LS Mtron Automotive Parts Acquisition
In the fourth quarter of 2018, the Company acquired 80.1% of LS Mtron Ltd.’s automotive parts business, now named Cooper Standard Automotive and Industrial, Inc. The acquisition added jounce brake lines and charge air cooling technology to the Company’s automotive fluid transfer and fuel and brake delivery systems product lines and further expands core product offerings. The base purchase price was $25,750. The noncontrolling interest was determined to have a fair value of $6,400. The results of operations of Cooper Standard Automotive and Industrial, Inc., are included in the Company’s consolidated financial statements from the date of acquisition and reported within the Asia Pacific segment.
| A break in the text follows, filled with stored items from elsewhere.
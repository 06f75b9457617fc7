"""QuantLib's global evaluation date, borrowed for a moment and put back."""

from __future__ import annotations

import threading
from collections.abc import Iterator
from contextlib import contextmanager
from datetime import date

import QuantLib as ql  # noqa: N813 - the short name of QuantLib's own examples

from pricer.market.calendars import to_quantlib

_LOCK = threading.RLock()


@contextmanager
def evaluation_date(day: date) -> Iterator[None]:
    """Within the block QuantLib's evaluation date is ``day``; one thread at a time.

    QuantLib's bootstraps date their quotes by a global setting. Its objects change again when
    that is put back, so nothing but plain numbers and dates may leave the block.
    """
    with _LOCK:
        settings = ql.Settings.instance()
        before = settings.evaluationDate
        settings.evaluationDate = to_quantlib(day)
        try:
            yield
        finally:
            if before == ql.Date.todaysDate():
                settings.resetEvaluationDate()  # unset reads as today; setting today would stop it at midnight
            else:
                settings.evaluationDate = before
The pro forma effect of this acquisition would not have materially impacted the Company’s reported results for any periods presented, and as a result no pro forma information has been presented. This acquisition was accounted for as a business combination, and the fair value of identifiable assets acquired and liabilities assumed approximated the fair value of the consideration transferred. In 2019, the Company recorded insignificant measurement period adjustments primarily due to working capital adjustments, which resulted in an increase to the base purchase price.
Hutchings Automotive Products Acquisition
In the fourth quarter of 2018, the Company acquired the assets and liabilities of Hutchings Automotive Products, LLC (“Hutchings”), a North American supplier of high quality fluid carrying products for automotive powertrain and coolant systems applications. The base purchase price was $42,100. The results of operations of Hutchings are included in the Company's consolidated financial statements from the date of acquisition and reported within the North America segment. The pro forma effect of this acquisition would not have materially impacted the Company’s reported results for any periods presented, and as a result no pro forma information has been presented. This acquisition was accounted for as a business combination, resulting in the recognition of intangible assets of $11,100 and tax deductible goodwill of $5,200.